My current focus is on using statistical, bioinformatics and mathematical modelling tools to investigate the dynamics of Pseudomonas aeruginosa in relation to antibiotic treatment. For this purpose, I am analysing a large collection of P. aeruginosa genomes and isolates sampled longitudinally from 46 cystic fibrosis (CF) patients with chronic infections. Sputum samples were collected every day for six months from these patients and using a high throughput workflow developed in the Bryant lab we are generating deep sequencing data for the P. aeruginosa in these samples. The study includes samples over the course of both stable periods and during intensive treatment, providing an unprecedented opportunity to capture the dynamics leading to antimicrobial resistance.

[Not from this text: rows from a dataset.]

import { describe, expect, it } from 'vitest';
import { evaluate } from '../../../../shared/triage/evaluate';
import { feetToMetres } from '../../../../shared/schemas/units';
import { patient } from './cases';

const ids = (input: Parameters<typeof evaluate>[0]) => evaluate(input).criteria.filter((c) => c.set === 'field-2021').map((c) => c.id);
const risk = (input: Parameters<typeof evaluate>[0]) => evaluate(input).fieldRisk;

describe('2021 field triage: vital signs at their thresholds', () => {
  it('adult 34, SBP 89 / 90 / 91', () => {
    // 2021 guideline, Newgard 2022: SBP < 90 at age 10–64 [source]
    expect(ids(patient({ ageYears: 34, vitals: { sbp: 89 } }))).toContain('field-2021:sbp-below-90-age-10-64');
    expect(ids(patient({ ageYears: 34, vitals: { sbp: 90 } }))).not.toContain('field-2021:sbp-below-90-age-10-64');
    expect(risk(patient({ ageYears: 34, vitals: { sbp: 91 } }))).toBe('none');
  });

  it('explains the fired SBP with the recorded value and the age band', () => {
    // 2021 guideline, Newgard 2022: SBP < 90 at 10–64 [source]
    const fired = evaluate(patient({ ageYears: 34, vitals: { sbp: 84 } })).criteria.find((c) => c.id === 'field-2021:sbp-below-90-age-10-64');
    expect(fired?.because).toBe('SBP 84 < 90, age 34 (10–64)');
    expect(fired?.source).toMatch(/Newgard/);
  });

  it('72-year-old, SBP 109 / 110 / 111', () => {
    // 2021 guideline, Newgard 2022: SBP < 110 at age ≥ 65 [source]
    expect(ids(patient({ ageYears: 72, vitals: { sbp: 109 } }))).toContain('field-2021:sbp-below-110-age-65-up');
    expect(ids(patient({ ageYears: 72, vitals: { sbp: 110 } }))).not.toContain('field-2021:sbp-below-110-age-65-up');
    expect(ids(patient({ ageYears: 72, vitals: { sbp: 111 } }))).not.toContain('field-2021:sbp-below-110-age-65-up');
  });

  it('ages 64 and 65 with SBP 100: the older band alone calls it low', () => {
    // 2021 guideline, Newgard 2022: bands 10–64 (SBP < 90) and ≥ 65 (SBP < 110) [source]
    expect(risk(patient({ ageYears: 64, vitals: { sbp: 100 } }))).toBe('none');
    expect(risk(patient({ ageYears: 65, vitals: { sbp: 100 } }))).toBe('high');
  });

  it('4-year-old: SBP 77 / 78 / 79 against 70 + 2 × 4 = 78', () => {
    // 2021 guideline, Newgard 2022: age 0–9, SBP < 70 + 2 × age [source]
    expect(ids(patient({ ageYears: 4, vitals: { sbp: 77 } }))).toEqual(['field-2021:sbp-low-age-0-9']);
    expect(ids(patient({ ageYears: 4, vitals: { sbp: 78 } }))).toEqual([]);
    expect(ids(patient({ ageYears: 4, vitals: { sbp: 79 } }))).toEqual([]);
    expect(evaluate(patient({ ageYears: 4, vitals: { sbp: 72 } })).criteria[0].because).toBe('SBP 72 < 78 (70 + 2 × 4), age 4 (0–9)');
  });

  it('ages 9 and 10 with SBP 85: the child formula (88) until the tenth birthday, then < 90', () => {
    // 2021 guideline, Newgard 2022: 0–9 uses 70 + 2 × age (= 88 at 9), 10–64 uses 90 [source]
    expect(ids(patient({ ageYears: 9, vitals: { sbp: 85, hr: 80 } }))).toEqual(['field-2021:sbp-low-age-0-9']);
    expect(ids(patient({ ageYears: 10, vitals: { sbp: 85, hr: 80 } }))).toEqual(['field-2021:sbp-below-90-age-10-64']);
  });

  it('infant of 6 months: 70 + 2 × 0 = 70 in completed years', () => {
    // 2021 guideline, Newgard 2022: 70 + 2 × age [source]; completed years [ours]
    expect(ids(patient({ ageYears: 0.5, vitals: { sbp: 69, hr: 140, rr: 28 } }))).toEqual(['field-2021:sbp-low-age-0-9']);
    expect(ids(patient({ ageYears: 0.5, vitals: { sbp: 70, hr: 140, rr: 28 } }))).toEqual([]);
  });

  it('HR above SBP counts from age 10, not at 9', () => {
    // 2021 guideline, Newgard 2022: HR > SBP at ages 10–64 and ≥ 65 only [source]
    expect(ids(patient({ ageYears: 9, vitals: { sbp: 100, hr: 101 } }))).toEqual([]);
    expect(ids(patient({ ageYears: 10, vitals: { sbp: 100, hr: 101 } }))).toEqual(['field-2021:hr-above-sbp-age-10-up']);
    expect(ids(patient({ ageYears: 10, vitals: { sbp: 100, hr: 100 } }))).toEqual([]);
    expect(ids(patient({ ageYears: 80, vitals: { sbp: 120, hr: 121 } }))).toEqual(['field-2021:hr-above-sbp-age-10-up']);
  });

  it('respiratory rate 9 / 10 / 11 and 28 / 29 / 30', () => {
    // 2021 guideline, Newgard 2022: RR < 10 or > 29 [source]
    expect(ids(patient({ vitals: { rr: 9 } }))).toEqual(['field-2021:rr-out-of-range']);
    expect(ids(patient({ vitals: { rr: 10 } }))).toEqual([]);
    expect(ids(patient({ vitals: { rr: 11 } }))).toEqual([]);
    expect(ids(patient({ vitals: { rr: 28 } }))).toEqual([]);
    expect(ids(patient({ vitals: { rr: 29 } }))).toEqual([]);
    expect(ids(patient({ vitals: { rr: 30 } }))).toEqual(['field-2021:rr-out-of-range']);
  });

  it('room-air SpO2 89 / 90 / 91', () => {
    // 2021 guideline, Newgard 2022: room-air pulse oximetry < 90 % (SOURCES.md §2.4) [sourced]
    expect(ids(patient({ vitals: { spo2: 89 } }))).toEqual(['field-2021:room-air-spo2-below-90']);
    expect(ids(patient({ vitals: { spo2: 90 } }))).toEqual([]);
    expect(ids(patient({ vitals: { spo2: 91 } }))).toEqual([]);
  });

  it('SpO2 89 on oxygen: met, room air would read lower still', () => {
    // Room-air SpO2 < 90 % [sourced: Newgard 2022]; below 90 on oxygen meets it (SOURCES.md §2.4) [ours]
    const result = evaluate(patient({ vitals: { spo2: 89, spo2RoomAir: false } }));
    expect(result.criteria.map((c) => c.id)).toContain('field-2021:room-air-spo2-below-90');
    expect(result.fieldRisk).toBe('high');
    expect(result.criteria.find((c) => c.id === 'field-2021:room-air-spo2-below-90')?.because)
      .toBe('SpO2 89 % on oxygen < 90 %, so lower still on room air');
  });

  it('SpO2 90 and 96 on oxygen: unknown, the room-air SpO2 listed as missing', () => {
    // At or above 90 % on oxygen says nothing of room air (SOURCES.md §2.4) [ours]
    for (const spo2 of [90, 96]) {
      const result = evaluate(patient({ vitals: { spo2, spo2RoomAir: false } }));
      expect(result.fieldRisk).toBe('none');
      expect(result.missing).toContainEqual({ field: 'vitals.spo2', message: 'no room-air SpO2 recorded (a reading of 90 % or more on oxygen cannot show it)' });
    }
    // The same 90 % on room air decides it: not met, nothing missing for it [sourced: Newgard 2022].
    expect(evaluate(patient({ vitals: { spo2: 90, spo2RoomAir: true } })).missing.map((m) => m.field)).not.toContain('vitals.spo2');
  });

  it('SpO2 85 with room air not recorded: met either way', () => {
    // Below 90 on room air meets it [sourced: Newgard 2022]; below 90 on oxygen too (SOURCES.md §2.4) [ours]
    const result = evaluate(patient({ vitals: { spo2: 85, spo2RoomAir: null } }));
    expect(result.fieldRisk).toBe('high');
    expect(result.criteria.map((c) => c.id)).toContain('field-2021:room-air-spo2-below-90');
  });

  it('SpO2 95 with room air not recorded: unknown, and said so', () => {
    // SOURCES.md §2.4 [ours]: whether it was room air decides it.
    const result = evaluate(patient({ vitals: { spo2: 95, spo2RoomAir: null } }));
    expect(result.fieldRisk).toBe('none');
    expect(result.missing.map((m) => m.field)).toEqual(['vitals.spo2RoomAir']);
  });

  it('motor GCS 5 / 6; a total of 15 means motor 6; a total of 14 leaves motor unknown', () => {
    // 2021 guideline, Newgard 2022: unable to follow commands, motor GCS < 6 [source]
    expect(ids(patient({ vitals: { gcs: { eye: 4, verbal: 5, motor: 5 } } }))).toEqual(['field-2021:motor-gcs-below-6']);
    expect(ids(patient({ vitals: { gcs: { eye: 4, verbal: 5, motor: 6 } } }))).toEqual([]);
    expect(ids(patient({ vitals: { gcs: null, gcsTotal: 15 } }))).toEqual([]);
    const total14 = evaluate(patient({ vitals: { gcs: null, gcsTotal: 14 } }));
    expect(total14.fieldRisk).toBe('none');
    expect(total14.missing).toEqual([{ field: 'vitals.gcs.motor', message: 'no GCS motor score recorded (a total alone cannot show it)' }]);
  });

  it('a GCS total of 7 cannot have motor 6 (eye 4 + verbal 5 = 9 at most)', () => {
    // 2021 guideline, Newgard 2022: motor GCS < 6 [source]; arithmetic of the GCS parts [trade]
    const fired = evaluate(patient({ vitals: { gcs: null, gcsTotal: 7 } })).criteria.find((c) => c.id === 'field-2021:motor-gcs-below-6');
    expect(fired?.because).toBe('motor GCS at most 5 (GCS total 7) < 6');
  });

  it('intubated, on support or in distress each call high risk', () => {
    // 2021 guideline, Newgard 2022: respiratory distress or need for respiratory support [source]
    expect(ids(patient({ vitals: { intubated: true } }))).toEqual(['field-2021:respiratory-distress-or-support']);
    expect(ids(patient({ vitals: { respiratorySupport: true } }))).toEqual(['field-2021:respiratory-distress-or-support']);
    expect(ids(patient({ vitals: { respiratoryDistress: true } }))).toEqual(['field-2021:respiratory-distress-or-support']);
  });

  it('every injury finding is high risk on its own', () => {
    // 2021 guideline, Newgard 2022: injury patterns [source]
    expect(risk(patient({ findings: ['pelvic-fracture'] }))).toBe('high');
    expect(risk(patient({ findings: ['bleeding-tourniquet-packing'] }))).toBe('high');
    expect(risk(patient({ findings: ['skull-deformity'] }))).toBe('high');
  });
});

describe('2021 field triage: falls and special considerations', () => {
  it('fall of 3.047 / 3.048 / 3.049 m against 10 ft', () => {
    // 2021 guideline, Newgard 2022: fall > 10 ft (3.048 m) [source]; NEMSIS 2904031 [source]
    expect(ids(patient({ fall: { heightM: 3.047 } }))).toEqual([]);
    expect(ids(patient({ fall: { heightM: 3.048 } }))).toEqual([]);
    const above = evaluate(patient({ fall: { heightM: 3.049 } })).criteria[0];
    expect(above.id).toBe('field-2021:fall-above-10-ft');
    expect(above.nemsis).toEqual({ element: 'eInjury.04', code: '2904031' });
    // Just over the threshold the feet get the places that tell them apart from it [ours]:
    // 3.049 m / 0.3048 = 10.0033 ft and 6.1 m / 0.3048 = 20.013 ft, worked by hand.
    expect(above.because).toBe('fall 3.049 m (10.003 ft) > 3.048 m (10 ft)');
    const twenty = evaluate(patient({ fall: { heightM: 6.1 } })).criteria.find((c) => c.id === 'policy:fall-above-20-ft');
    expect(twenty?.because).toBe('fall 6.1 m (20.01 ft) > 6.096 m (20 ft)');
    // Away from it, one place as before: 4 m = 13.12 ft.
    expect(evaluate(patient({ fall: { heightM: 4 } })).criteria[0].because).toBe('fall 4 m (13.1 ft) > 3.048 m (10 ft)');
  });

  it('a fall typed as 10 ft is exactly 3.048 m and does not fire; 11 ft does', () => {
    // 2021 guideline, Newgard 2022: fall > 10 ft [source]
    expect(ids(patient({ fall: { heightM: feetToMetres(10) } }))).toEqual([]);
    expect(ids(patient({ fall: { heightM: feetToMetres(11) } }))).toEqual(['field-2021:fall-above-10-ft']);
  });

  it('72-year-old, ground-level fall, head strike, on anticoagulant → moderate', () => {
    // 2021 guideline, Newgard 2022: low-level fall ≥ 65 with head impact (NEMSIS 2904033); anticoagulant use [source]
    const result = evaluate(patient({ ageYears: 72, anticoagulant: true, fall: { heightM: 0, headImpact: true } }));
    expect(result.fieldRisk).toBe('moderate');
    expect(result.activation).toBe('consult');
    expect(result.criteria.map((c) => c.id)).toEqual(['field-2021:low-level-fall-head-impact', 'field-2021:anticoagulant']);
    expect(result.criteria[0].nemsis?.code).toBe('2904033');
  });

  it('low-level fall with head strike at ages 5 / 6 and 64 / 65', () => {
    // 2021 guideline, Newgard 2022: young children ≤ 5, older adults ≥ 65 [source]
    const fall = { heightM: 0, headImpact: true };
    expect(risk(patient({ ageYears: 5, fall }))).toBe('moderate');
    expect(risk(patient({ ageYears: 6, fall }))).toBe('none');
    expect(risk(patient({ ageYears: 64, fall }))).toBe('none');
    expect(risk(patient({ ageYears: 65, fall }))).toBe('moderate');
  });

  it('a low-level fall tops out at 3.048 m; above it, the height criterion takes over', () => {
    // [ours]: low-level = heightM ≤ 3.048; 2021 guideline, Newgard 2022: fall > 10 ft [source]
    expect(ids(patient({ ageYears: 80, fall: { heightM: 3.048, headImpact: true } }))).toEqual(['field-2021:low-level-fall-head-impact']);
    expect(ids(patient({ ageYears: 80, fall: { heightM: 3.049, headImpact: true } }))).toEqual(['field-2021:fall-above-10-ft']);
  });

  it('head impact not recorded for an 80-year-old after a trip: said to be missing', () => {
    // 2021 guideline, Newgard 2022: low-level fall with head impact ≥ 65 [source]
    const result = evaluate(patient({ ageYears: 80, fall: { heightM: 0, headImpact: null } }));
    expect(result.fieldRisk).toBe('none');
    expect(result.missing.map((m) => m.field)).toEqual(['fall.headImpact']);
  });

  it('pregnancy 20 weeks does not count, 21 does', () => {
    // 2021 guideline, Newgard 2022: pregnancy > 20 weeks [source]
    expect(risk(patient({ sex: 'female', ageYears: 28, pregnancyWeeks: 20 }))).toBe('none');
    expect(risk(patient({ sex: 'female', ageYears: 28, pregnancyWeeks: 21 }))).toBe('moderate');
  });

  it('anticoagulant, abuse, high-resource needs, burns and crew concern are moderate', () => {
    // 2021 guideline, Newgard 2022: EMS judgment block [source]
    expect(risk(patient({ anticoagulant: true }))).toBe('moderate');
    for (const c of ['suspected-abuse', 'high-resource-needs', 'burns', 'ems-concern'] as const) {
      expect(risk(patient({ considerations: [c] }))).toBe('moderate');
    }
  });

  it('receiving blood is not a 2021 field criterion but calls full activation', () => {
    // ACS minimum criteria (Tignanelli 2018): transfer patients receiving blood [source]
    const result = evaluate(patient({ considerations: ['receiving-blood'] }));
    expect(result.fieldRisk).toBe('none');
    expect(result.activation).toBe('full');
    expect(result.criteria.map((c) => c.id)).toEqual(['policy:receiving-blood']);
  });
});

describe('unknown is never normal', () => {
  it('only age and height recorded: no risk called, every deciding vital listed as missing', () => {
    // 2021 guideline, Newgard 2022: the physiologic criteria need SBP, HR, RR, SpO2, GCS [source]
    const result = evaluate({ ageYears: 40, fall: { heightM: 1 } });
    expect(result.fieldRisk).toBe('none');
    expect(result.missing.map((m) => m.field)).toEqual([
      'vitals.sbp', 'vitals.hr', 'vitals.rr', 'vitals.spo2', 'vitals.spo2RoomAir', 'vitals.gcs',
      'vitals.intubated', 'vitals.respiratorySupport', 'vitals.respiratoryDistress', 'anticoagulant', 'pregnancyWeeks',
    ]);
    expect(result.missing[0].message).toBe('no systolic pressure recorded');
  });

  it('already at full activation and high risk: nothing left to miss', () => {
    // [ours]: missing lists only inputs that could raise the result
    const result = evaluate({ ageYears: 40, fall: { heightM: 1 }, vitals: { sbp: 70 } });
    expect(result.activation).toBe('full');
    expect(result.fieldRisk).toBe('high');
    expect(result.missing).toEqual([]);
  });

  it('a 45-year-old man is not asked about pregnancy; a 30-year-old woman is', () => {
    // [ours]: pregnancy asked only when the patient is not recorded male and is 10–59
    const base = patient({ pregnancyWeeks: null });
    expect(evaluate({ ...base, sex: 'male', ageYears: 45 }).missing).toEqual([]);
    expect(evaluate({ ...base, sex: 'female', ageYears: 30 }).missing.map((m) => m.field)).toEqual(['pregnancyWeeks']);
  });
});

I am combining this genomic dataset with other daily datapoints for these patients, such as, in-depth clinical measurements and treatment history to address the following questions:
- What mutations and gene loss/gain events in P. aeruginosa are associated with antibiotic therapy?
- What are the evolutionary dynamics of these genomic changes? How long does it take for resistance to arise and degrade for different antibiotics? Is this affected by other drugs the patient is taking?
- What is the effect of antibiotic resistance on clinical outcome?
I am interested in the lung microbiome, high-dimensional statistics, causal inference and large-scale data.